Collected data:
::::::::::
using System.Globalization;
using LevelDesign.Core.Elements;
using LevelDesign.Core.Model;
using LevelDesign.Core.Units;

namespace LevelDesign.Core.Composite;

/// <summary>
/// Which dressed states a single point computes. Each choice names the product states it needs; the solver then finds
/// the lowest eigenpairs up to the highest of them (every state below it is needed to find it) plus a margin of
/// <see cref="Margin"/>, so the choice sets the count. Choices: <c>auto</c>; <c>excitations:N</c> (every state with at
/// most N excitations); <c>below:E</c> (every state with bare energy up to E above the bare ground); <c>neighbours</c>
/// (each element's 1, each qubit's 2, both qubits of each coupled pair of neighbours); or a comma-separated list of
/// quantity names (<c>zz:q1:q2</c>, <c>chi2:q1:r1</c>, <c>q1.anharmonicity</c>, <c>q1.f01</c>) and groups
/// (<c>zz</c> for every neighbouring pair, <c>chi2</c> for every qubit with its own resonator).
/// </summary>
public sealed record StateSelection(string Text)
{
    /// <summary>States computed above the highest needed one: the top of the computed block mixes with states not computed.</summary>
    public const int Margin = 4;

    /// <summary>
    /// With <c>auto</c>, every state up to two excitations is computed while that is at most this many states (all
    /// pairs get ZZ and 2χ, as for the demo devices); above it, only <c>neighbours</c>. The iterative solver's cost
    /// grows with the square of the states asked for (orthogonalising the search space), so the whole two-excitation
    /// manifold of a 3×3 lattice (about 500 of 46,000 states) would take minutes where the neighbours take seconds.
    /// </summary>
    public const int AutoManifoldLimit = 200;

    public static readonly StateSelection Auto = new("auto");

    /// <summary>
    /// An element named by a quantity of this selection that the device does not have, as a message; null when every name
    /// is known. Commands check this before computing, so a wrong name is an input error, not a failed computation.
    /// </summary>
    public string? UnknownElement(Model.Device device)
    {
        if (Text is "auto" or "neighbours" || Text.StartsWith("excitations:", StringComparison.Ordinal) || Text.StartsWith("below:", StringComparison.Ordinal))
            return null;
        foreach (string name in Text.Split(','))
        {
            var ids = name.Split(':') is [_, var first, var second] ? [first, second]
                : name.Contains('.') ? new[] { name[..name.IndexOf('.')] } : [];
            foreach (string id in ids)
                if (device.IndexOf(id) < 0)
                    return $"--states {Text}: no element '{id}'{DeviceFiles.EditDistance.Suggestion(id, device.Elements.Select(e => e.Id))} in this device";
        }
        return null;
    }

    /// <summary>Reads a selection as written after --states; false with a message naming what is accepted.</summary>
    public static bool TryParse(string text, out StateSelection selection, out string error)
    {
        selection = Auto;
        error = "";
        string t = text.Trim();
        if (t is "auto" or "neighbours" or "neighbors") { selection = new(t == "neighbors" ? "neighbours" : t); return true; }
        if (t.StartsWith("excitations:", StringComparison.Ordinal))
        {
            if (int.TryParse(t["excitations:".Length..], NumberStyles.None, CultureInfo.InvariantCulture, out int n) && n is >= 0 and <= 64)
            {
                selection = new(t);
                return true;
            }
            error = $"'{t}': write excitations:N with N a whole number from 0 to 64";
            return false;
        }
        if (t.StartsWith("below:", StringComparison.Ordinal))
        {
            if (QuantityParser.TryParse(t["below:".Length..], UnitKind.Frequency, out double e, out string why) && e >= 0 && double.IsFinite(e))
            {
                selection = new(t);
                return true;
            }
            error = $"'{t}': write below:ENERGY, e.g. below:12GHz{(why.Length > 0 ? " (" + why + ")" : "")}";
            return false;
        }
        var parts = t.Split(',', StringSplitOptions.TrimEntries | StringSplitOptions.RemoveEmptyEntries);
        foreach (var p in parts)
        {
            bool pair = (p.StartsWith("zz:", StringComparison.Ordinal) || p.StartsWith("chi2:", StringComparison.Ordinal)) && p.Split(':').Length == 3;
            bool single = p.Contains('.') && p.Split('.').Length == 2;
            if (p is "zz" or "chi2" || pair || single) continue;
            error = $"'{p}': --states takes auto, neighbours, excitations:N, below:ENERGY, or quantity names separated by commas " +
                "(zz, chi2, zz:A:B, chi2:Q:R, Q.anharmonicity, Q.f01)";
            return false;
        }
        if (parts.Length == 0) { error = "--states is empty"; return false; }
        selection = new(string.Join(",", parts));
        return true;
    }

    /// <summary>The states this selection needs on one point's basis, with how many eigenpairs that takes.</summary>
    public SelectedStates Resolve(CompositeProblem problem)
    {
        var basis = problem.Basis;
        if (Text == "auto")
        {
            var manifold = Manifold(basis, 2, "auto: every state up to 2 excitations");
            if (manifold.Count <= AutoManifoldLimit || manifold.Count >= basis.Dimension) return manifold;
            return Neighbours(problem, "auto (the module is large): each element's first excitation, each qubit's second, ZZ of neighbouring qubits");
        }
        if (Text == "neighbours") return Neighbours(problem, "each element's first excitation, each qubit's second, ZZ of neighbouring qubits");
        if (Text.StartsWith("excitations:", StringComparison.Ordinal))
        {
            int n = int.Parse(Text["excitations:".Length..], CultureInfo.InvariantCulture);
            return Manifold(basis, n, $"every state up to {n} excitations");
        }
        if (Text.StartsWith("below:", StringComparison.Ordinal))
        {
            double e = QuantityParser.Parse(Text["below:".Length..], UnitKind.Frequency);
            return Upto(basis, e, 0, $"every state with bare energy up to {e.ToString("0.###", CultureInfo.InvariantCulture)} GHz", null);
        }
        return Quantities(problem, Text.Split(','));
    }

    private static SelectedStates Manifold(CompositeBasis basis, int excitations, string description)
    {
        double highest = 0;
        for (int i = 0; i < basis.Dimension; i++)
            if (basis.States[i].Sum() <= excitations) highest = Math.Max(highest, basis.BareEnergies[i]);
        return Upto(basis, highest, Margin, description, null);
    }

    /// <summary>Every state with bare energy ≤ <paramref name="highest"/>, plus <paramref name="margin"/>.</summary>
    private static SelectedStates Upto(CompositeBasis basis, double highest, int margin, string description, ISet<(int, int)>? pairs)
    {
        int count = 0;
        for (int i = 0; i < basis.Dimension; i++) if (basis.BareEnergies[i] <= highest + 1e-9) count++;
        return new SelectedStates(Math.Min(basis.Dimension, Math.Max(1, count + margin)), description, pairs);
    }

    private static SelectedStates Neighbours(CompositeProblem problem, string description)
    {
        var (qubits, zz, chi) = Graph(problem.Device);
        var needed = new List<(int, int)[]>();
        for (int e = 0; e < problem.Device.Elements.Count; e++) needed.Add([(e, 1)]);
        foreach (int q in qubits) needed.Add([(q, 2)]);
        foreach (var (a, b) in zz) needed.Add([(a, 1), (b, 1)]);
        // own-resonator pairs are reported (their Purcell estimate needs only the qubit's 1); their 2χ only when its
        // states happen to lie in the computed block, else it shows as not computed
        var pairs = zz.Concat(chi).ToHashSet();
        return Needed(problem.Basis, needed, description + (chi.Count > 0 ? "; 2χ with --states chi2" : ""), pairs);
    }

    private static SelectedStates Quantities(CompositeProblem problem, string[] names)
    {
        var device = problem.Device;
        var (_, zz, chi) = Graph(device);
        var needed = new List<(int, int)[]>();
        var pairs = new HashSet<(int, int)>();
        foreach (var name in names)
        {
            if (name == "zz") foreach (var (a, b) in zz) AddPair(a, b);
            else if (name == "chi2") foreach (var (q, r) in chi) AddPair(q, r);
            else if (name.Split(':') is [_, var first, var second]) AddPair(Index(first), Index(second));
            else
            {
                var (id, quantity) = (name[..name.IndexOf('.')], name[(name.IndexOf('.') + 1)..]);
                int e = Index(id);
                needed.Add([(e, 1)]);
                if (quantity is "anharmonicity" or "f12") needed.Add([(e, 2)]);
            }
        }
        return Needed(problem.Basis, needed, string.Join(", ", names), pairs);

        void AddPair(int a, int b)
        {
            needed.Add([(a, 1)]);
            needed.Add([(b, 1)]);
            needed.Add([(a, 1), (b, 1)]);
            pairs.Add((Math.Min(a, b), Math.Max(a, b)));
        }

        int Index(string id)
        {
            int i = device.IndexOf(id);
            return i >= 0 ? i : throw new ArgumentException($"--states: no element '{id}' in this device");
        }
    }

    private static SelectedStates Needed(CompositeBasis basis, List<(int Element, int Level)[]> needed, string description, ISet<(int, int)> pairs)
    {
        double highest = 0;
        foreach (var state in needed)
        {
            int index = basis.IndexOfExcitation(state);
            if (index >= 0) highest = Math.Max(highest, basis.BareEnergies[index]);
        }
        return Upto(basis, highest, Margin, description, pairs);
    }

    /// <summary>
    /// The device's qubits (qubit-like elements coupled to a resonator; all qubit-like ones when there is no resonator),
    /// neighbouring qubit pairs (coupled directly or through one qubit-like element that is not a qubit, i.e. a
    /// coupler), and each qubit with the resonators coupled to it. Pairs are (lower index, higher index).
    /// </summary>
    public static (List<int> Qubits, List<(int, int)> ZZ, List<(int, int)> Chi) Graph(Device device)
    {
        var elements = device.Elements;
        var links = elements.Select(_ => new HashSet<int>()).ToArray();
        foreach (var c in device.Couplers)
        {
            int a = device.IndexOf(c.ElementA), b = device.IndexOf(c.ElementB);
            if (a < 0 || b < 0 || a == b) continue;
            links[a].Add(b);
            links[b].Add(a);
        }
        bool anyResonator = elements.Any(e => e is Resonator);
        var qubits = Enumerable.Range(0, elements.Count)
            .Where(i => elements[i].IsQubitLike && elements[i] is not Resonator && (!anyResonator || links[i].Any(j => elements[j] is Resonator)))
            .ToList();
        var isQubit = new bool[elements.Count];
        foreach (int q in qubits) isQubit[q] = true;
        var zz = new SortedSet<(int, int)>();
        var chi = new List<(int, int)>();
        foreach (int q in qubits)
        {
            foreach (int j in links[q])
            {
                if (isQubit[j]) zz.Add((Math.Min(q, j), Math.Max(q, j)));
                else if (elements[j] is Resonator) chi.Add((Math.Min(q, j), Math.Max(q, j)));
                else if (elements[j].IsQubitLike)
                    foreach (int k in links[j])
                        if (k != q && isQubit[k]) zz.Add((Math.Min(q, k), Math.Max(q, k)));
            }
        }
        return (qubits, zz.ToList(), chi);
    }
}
::::::::::
WHAT TO DO: From the records above, transcribe without alteration every line from the one with "var elements = device.Elements;" to the one with "if (isQubit[j]) zz.Add((Math.Min(q, j), Math.Max(q, j)));", inclusive.

SOLUTION BELOW:
        var elements = device.Elements;
        var links = elements.Select(_ => new HashSet<int>()).ToArray();
        foreach (var c in device.Couplers)
        {
            int a = device.IndexOf(c.ElementA), b = device.IndexOf(c.ElementB);
            if (a < 0 || b < 0 || a == b) continue;
            links[a].Add(b);
            links[b].Add(a);
        }
        bool anyResonator = elements.Any(e => e is Resonator);
        var qubits = Enumerable.Range(0, elements.Count)
            .Where(i => elements[i].IsQubitLike && elements[i] is not Resonator && (!anyResonator || links[i].Any(j => elements[j] is Resonator)))
            .ToList();
        var isQubit = new bool[elements.Count];
        foreach (int q in qubits) isQubit[q] = true;
        var zz = new SortedSet<(int, int)>();
        var chi = new List<(int, int)>();
        foreach (int q in qubits)
        {
            foreach (int j in links[q])
            {
                if (isQubit[j]) zz.Add((Math.Min(q, j), Math.Max(q, j)));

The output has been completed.